_Work item_
For the entries below, repeat exactly each line starting with the one that contains "files] = await firstRow(pool)" and going on through the one that contains "[superuser === 't' ? 'f' : writes, 'may", and no others.

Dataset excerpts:
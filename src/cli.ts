#!/usr/bin/env node
import process from 'node:process'
import { policyCommands, runCommand } from './cli/run.ts'
import { SettingsError, readSettings } from './settings.ts'

const say = (line: string): void => {
  process.stdout.write(`${line}\n`)
}

try {
  const settings = readSettings()
  process.exitCode = await runCommand(policyCommands, process.argv.slice(2), settings, { input: process.stdin, output: process.stderr }, say)
} catch (error) {
  if (!(error instanceof SettingsError)) throw error
  for (const complaint of error.complaints) say(complaint)
  process.exitCode = 1
}
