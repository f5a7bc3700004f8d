import type { Pool } from 'pg'
import { oldestServer } from './catalog.ts'
import { asText } from './connections.ts'
import type { TextRow } from './connections.ts'

/** Why the vault cannot be used; for the operator. It never holds a server's text. */
export class VaultUnfit extends Error {
  override readonly name = 'VaultUnfit'
}

/** What the vault's server and the role Hedgerow logs in as allow. */
export interface Standing {
  readonly serverVersion: number
  /** Rights the role does not need, one sentence each. */
  readonly warnings: readonly string[]
  /** Whether the server itself can notice that its client is gone while a query runs. */
  readonly noticesLostClients: boolean
}

const roleSql = `
  select current_setting('server_version_num'), current_user, r.rolsuper, r.rolcreaterole or r.rolcreatedb, r.rolreplication, r.rolbypassrls,
         exists (select from pg_class c join pg_namespace n on n.oid = c.relnamespace
                  where c.relkind in ('r', 'p', 'v', 'f') and n.nspname !~ '^pg_' and n.nspname <> 'information_schema'
                    and has_table_privilege(c.oid, 'INSERT, UPDATE, DELETE, TRUNCATE')),
         exists (select from pg_roles g where g.rolname in ('pg_write_server_files', 'pg_read_server_files', 'pg_execute_server_program') and pg_has_role(current_user, g.oid, 'member'))
    from pg_roles r where r.rolname = current_user`

/** Looks at server and role once at the start; a VaultUnfit where the vault cannot be reached or is too old. */
export async function readStanding(pool: Pool): Promise<Standing> {
  const [version, role, superuser, makesRoles, replicates, bypasses, writes, files] = await firstRow(pool)
  const serverVersion = parseInt(version ?? '', 10)
  if (!(serverVersion >= oldestServer * 10_000)) throw new VaultUnfit(`the vault must be PostgreSQL ${oldestServer} or newer`)
  const may: readonly (readonly [string | null | undefined, string])[] = [
    [superuser, 'is a superuser'],
    [superuser === 't' ? 'f' : writes, 'may change tables'],
    [superuser === 't' ? 'f' : makesRoles, 'may make roles or databases'],
    [superuser === 't' ? 'f' : replicates, 'may replicate'],
    [superuser === 't' ? 'f' : files, `may use the server's files or programs`],
  ]
  const warnings = may
    .filter(([held]) => held === 't')
    .map(([, right]) => `the vault's role ${role} ${right}: give Hedgerow a role that may only SELECT the listed tables`)
  if (superuser !== 't' && bypasses === 't') warnings.push(`the vault's role ${role} passes by row security: rows that a policy of the vault hides are counted`)
  const noticesLostClients = await pool.query(`select set_config('client_connection_check_interval', '500ms', false)`).then(
    () => true,
    () => false,
  )
  return { serverVersion, warnings, noticesLostClients }
}

async function firstRow(pool: Pool): Promise<TextRow> {
  try {
    const { rows } = await pool.query<(string | null)[]>({ text: roleSql, rowMode: 'array', types: asText })
    return rows[0] ?? []
  } catch (error) {
    const code: unknown = typeof error === 'object' && error !== null && 'code' in error ? error.code : null
    throw new VaultUnfit(`the vault cannot be reached: ${reasons.get(String(code)) ?? `error ${typeof code === 'string' ? code : 'without a code'}`}`)
  }
}

const reasons: ReadonlyMap<string, string> = new Map([
  ['28P01', 'the password was not accepted'],
  ['28000', `the server's pg_hba.conf or its roles do not admit this log-in`],
  ['3D000', 'there is no database of that name'],
  ['53300', 'the server has no connection left'],
  ['57P03', 'the server is starting or stopping'],
  ['ECONNREFUSED', 'nothing listens at that host and port'],
  ['ENOTFOUND', 'that host is not known'],
  ['ETIMEDOUT', 'that host does not answer'],
])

_Task response_
  const [version, role, superuser, makesRoles, replicates, bypasses, writes, files] = await firstRow(pool)
  const serverVersion = parseInt(version ?? '', 10)
  if (!(serverVersion >= oldestServer * 10_000)) throw new VaultUnfit(`the vault must be PostgreSQL ${oldestServer} or newer`)
  const may: readonly (readonly [string | null | undefined, string])[] = [
    [superuser, 'is a superuser'],
    [superuser === 't' ? 'f' : writes, 'may change tables'],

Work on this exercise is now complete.